--- WORK TO COMPLETE ---
Go through the entries below and work out how many lines include "decision"; give only that number.

--- INPUT ---

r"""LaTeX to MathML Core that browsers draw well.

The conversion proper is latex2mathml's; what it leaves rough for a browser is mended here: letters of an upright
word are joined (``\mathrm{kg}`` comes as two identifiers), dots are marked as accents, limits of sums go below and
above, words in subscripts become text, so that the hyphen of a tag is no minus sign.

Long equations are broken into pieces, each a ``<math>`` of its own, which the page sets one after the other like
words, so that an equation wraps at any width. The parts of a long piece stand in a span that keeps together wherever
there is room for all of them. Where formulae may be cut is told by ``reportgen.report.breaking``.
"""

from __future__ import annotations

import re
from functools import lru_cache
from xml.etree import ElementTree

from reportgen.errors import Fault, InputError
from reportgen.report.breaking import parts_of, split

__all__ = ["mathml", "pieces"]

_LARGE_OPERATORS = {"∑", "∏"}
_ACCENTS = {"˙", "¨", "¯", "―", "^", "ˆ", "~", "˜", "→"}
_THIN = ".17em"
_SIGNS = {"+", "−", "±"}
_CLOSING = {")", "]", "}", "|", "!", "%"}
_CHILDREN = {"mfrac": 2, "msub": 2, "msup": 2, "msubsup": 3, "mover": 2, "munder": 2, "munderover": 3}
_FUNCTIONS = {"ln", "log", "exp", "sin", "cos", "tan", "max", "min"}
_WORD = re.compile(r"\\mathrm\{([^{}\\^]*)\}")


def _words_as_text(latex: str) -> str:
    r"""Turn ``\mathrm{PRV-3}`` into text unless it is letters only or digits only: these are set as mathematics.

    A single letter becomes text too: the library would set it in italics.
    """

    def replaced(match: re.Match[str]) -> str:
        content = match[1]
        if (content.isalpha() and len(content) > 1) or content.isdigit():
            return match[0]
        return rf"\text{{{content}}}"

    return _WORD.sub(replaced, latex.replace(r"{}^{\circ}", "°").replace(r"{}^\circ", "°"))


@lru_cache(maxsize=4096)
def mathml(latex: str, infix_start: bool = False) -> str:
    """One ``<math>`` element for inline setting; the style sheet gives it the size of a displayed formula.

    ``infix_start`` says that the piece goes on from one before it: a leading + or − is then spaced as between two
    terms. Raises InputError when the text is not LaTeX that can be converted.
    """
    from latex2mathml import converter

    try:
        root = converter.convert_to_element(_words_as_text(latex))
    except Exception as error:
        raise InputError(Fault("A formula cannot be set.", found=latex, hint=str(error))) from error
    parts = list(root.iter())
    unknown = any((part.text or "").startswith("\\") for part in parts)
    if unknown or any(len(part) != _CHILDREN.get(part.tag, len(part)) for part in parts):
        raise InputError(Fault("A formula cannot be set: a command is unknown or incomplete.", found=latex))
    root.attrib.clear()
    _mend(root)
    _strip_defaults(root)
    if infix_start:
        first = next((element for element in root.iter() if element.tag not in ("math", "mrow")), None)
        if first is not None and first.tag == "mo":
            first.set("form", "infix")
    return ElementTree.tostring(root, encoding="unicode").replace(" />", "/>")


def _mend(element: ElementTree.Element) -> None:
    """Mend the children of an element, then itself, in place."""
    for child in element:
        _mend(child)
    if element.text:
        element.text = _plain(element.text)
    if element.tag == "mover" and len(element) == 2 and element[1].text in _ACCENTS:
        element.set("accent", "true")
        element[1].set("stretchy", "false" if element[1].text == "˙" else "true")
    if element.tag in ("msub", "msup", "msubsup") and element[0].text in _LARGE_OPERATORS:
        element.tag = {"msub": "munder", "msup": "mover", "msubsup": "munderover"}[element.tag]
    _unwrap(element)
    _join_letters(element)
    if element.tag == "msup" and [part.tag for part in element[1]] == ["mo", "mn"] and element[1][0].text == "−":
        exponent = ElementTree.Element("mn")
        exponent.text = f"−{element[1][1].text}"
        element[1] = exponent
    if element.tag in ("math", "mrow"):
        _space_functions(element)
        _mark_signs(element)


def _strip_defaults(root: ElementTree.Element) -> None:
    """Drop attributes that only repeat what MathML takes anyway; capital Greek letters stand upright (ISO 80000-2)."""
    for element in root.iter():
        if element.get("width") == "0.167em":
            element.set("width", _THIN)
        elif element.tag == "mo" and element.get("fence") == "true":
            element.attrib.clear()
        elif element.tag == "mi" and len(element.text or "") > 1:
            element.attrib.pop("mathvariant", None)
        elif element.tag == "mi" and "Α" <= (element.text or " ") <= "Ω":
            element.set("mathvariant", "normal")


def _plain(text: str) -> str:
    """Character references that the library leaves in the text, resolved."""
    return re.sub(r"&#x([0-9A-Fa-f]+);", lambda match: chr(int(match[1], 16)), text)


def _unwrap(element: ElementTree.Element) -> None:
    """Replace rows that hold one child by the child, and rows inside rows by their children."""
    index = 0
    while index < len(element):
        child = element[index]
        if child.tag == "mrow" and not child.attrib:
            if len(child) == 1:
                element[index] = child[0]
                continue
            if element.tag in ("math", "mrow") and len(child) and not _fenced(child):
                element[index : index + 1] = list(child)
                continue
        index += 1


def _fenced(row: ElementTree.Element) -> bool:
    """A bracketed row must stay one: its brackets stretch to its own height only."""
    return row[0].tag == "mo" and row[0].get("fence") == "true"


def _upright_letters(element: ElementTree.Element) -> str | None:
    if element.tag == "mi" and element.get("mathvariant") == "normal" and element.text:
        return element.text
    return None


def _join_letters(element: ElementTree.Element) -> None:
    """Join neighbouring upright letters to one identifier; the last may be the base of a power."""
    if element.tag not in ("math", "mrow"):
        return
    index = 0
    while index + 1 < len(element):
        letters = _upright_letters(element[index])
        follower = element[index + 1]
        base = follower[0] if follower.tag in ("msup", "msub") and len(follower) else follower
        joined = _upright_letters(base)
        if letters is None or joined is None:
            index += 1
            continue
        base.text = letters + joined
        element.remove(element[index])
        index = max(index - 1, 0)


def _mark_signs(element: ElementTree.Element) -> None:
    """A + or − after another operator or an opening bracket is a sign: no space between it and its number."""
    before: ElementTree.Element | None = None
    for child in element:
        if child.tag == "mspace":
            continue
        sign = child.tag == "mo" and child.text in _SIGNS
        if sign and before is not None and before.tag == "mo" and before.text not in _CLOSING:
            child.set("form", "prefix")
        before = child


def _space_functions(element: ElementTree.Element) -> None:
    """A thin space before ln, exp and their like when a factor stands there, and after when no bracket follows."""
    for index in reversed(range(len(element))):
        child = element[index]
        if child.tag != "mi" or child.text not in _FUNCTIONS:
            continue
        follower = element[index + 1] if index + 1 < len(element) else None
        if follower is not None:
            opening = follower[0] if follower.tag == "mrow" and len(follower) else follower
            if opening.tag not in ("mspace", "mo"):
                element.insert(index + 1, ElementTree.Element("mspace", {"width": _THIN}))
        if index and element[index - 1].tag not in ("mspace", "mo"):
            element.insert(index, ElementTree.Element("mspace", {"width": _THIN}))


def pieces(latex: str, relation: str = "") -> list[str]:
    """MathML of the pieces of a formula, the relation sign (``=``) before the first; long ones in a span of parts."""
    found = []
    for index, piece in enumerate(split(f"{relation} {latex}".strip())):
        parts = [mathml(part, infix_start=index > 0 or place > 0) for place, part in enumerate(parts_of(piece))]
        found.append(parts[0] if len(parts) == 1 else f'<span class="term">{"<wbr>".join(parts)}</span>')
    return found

* * *

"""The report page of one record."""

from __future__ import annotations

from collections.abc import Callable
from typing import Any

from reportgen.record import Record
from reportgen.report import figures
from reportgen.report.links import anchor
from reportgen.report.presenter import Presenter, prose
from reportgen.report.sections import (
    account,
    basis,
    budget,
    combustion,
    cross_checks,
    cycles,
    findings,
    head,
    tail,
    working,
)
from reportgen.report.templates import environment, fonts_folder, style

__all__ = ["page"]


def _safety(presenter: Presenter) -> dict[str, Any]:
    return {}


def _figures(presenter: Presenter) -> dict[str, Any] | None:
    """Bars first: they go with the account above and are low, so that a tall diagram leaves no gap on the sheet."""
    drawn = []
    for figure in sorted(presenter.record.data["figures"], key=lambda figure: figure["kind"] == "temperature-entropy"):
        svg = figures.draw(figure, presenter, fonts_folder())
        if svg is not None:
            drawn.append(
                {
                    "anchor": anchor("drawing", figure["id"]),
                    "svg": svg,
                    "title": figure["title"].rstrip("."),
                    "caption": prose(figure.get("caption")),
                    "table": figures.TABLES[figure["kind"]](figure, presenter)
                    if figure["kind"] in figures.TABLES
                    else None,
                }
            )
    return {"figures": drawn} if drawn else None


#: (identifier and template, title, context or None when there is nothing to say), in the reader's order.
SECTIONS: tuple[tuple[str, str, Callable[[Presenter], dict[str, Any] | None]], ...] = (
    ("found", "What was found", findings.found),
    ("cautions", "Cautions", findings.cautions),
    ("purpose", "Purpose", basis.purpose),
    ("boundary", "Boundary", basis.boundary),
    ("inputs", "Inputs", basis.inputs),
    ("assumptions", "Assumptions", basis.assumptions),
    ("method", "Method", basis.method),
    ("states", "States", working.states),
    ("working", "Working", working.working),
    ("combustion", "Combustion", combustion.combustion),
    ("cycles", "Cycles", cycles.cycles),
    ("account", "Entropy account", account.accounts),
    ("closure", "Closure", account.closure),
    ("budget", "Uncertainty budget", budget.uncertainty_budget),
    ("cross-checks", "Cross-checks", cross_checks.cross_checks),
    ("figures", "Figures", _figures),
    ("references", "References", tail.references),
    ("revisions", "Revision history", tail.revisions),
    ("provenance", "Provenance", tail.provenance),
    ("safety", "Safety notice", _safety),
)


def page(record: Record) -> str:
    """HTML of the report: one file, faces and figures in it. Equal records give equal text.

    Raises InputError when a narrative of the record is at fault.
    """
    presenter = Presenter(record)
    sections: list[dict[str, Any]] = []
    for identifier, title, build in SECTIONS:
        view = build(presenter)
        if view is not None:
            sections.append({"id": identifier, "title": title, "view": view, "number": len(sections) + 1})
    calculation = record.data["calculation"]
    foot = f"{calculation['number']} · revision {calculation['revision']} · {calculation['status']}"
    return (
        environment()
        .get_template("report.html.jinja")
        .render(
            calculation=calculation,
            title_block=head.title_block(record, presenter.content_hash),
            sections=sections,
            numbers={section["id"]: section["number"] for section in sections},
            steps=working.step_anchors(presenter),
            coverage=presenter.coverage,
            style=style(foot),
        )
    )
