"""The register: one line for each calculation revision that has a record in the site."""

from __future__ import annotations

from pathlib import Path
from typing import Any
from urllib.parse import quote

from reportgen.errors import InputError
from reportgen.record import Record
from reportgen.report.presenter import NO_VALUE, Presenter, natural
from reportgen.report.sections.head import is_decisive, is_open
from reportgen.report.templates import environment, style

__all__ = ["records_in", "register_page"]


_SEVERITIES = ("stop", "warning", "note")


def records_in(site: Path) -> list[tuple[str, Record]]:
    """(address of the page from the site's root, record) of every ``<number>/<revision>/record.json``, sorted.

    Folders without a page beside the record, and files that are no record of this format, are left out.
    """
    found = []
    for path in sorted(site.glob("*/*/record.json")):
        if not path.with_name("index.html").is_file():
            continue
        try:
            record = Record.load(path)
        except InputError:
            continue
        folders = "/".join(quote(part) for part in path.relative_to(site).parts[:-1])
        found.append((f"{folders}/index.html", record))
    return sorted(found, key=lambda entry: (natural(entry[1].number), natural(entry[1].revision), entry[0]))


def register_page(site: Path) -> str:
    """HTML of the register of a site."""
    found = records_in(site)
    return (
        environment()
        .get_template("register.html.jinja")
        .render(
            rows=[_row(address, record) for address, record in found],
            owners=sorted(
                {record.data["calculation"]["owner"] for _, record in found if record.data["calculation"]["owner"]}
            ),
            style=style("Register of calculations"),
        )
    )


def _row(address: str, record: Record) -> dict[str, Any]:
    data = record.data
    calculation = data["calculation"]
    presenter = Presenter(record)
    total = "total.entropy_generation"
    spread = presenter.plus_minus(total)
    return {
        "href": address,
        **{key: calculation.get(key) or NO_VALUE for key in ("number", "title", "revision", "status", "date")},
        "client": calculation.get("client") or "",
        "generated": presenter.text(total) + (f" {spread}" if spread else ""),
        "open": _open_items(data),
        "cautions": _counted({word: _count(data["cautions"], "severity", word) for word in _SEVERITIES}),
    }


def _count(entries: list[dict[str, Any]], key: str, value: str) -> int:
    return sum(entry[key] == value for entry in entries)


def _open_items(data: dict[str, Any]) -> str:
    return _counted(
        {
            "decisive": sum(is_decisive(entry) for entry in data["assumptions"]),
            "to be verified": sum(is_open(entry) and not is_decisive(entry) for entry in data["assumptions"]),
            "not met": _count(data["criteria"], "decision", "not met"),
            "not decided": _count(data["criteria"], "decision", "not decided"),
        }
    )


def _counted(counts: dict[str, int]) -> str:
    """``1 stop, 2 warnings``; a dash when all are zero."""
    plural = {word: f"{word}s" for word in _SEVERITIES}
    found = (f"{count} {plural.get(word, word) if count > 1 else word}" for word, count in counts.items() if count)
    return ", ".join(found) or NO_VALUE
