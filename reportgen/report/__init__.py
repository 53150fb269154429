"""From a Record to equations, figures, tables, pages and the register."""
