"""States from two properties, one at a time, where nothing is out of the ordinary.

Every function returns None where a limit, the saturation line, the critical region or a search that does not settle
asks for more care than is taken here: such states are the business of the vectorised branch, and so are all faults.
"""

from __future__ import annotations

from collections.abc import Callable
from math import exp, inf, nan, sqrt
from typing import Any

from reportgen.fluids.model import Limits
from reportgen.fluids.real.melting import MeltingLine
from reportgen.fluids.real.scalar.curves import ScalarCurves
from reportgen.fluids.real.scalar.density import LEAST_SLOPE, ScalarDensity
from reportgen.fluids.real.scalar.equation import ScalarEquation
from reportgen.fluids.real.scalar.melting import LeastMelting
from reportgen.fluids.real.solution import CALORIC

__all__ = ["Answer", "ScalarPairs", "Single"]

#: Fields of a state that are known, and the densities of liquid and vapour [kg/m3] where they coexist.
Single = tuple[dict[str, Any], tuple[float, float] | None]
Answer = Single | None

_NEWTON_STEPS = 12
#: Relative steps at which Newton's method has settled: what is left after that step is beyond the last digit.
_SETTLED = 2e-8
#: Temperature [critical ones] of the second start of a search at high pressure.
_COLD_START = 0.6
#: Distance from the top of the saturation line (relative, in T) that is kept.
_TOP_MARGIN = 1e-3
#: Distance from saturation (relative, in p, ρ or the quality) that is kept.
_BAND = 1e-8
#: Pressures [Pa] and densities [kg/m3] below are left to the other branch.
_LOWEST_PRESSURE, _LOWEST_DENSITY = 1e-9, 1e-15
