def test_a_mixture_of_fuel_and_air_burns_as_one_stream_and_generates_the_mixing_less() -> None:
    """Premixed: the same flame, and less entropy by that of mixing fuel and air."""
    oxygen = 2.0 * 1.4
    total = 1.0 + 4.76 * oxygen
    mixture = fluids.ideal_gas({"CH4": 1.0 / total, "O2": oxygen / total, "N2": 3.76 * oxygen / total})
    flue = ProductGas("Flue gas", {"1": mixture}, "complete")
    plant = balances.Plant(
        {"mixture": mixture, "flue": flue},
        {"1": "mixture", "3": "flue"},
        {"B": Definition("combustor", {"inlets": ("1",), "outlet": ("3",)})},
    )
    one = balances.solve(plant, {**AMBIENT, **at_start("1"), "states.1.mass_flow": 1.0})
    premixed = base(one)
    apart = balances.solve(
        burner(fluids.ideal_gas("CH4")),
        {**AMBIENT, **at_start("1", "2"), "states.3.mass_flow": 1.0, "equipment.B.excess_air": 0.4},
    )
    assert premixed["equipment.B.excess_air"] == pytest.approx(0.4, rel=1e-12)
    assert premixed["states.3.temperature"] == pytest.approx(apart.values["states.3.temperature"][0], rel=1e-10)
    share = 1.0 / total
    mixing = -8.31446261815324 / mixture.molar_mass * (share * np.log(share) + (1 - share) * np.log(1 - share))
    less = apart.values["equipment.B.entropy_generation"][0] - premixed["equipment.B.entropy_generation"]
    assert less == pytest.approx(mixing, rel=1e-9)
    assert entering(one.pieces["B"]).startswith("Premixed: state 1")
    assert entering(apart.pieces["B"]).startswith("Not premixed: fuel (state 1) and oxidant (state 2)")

--- SOLUTION TO THIS EXERCISE ---
2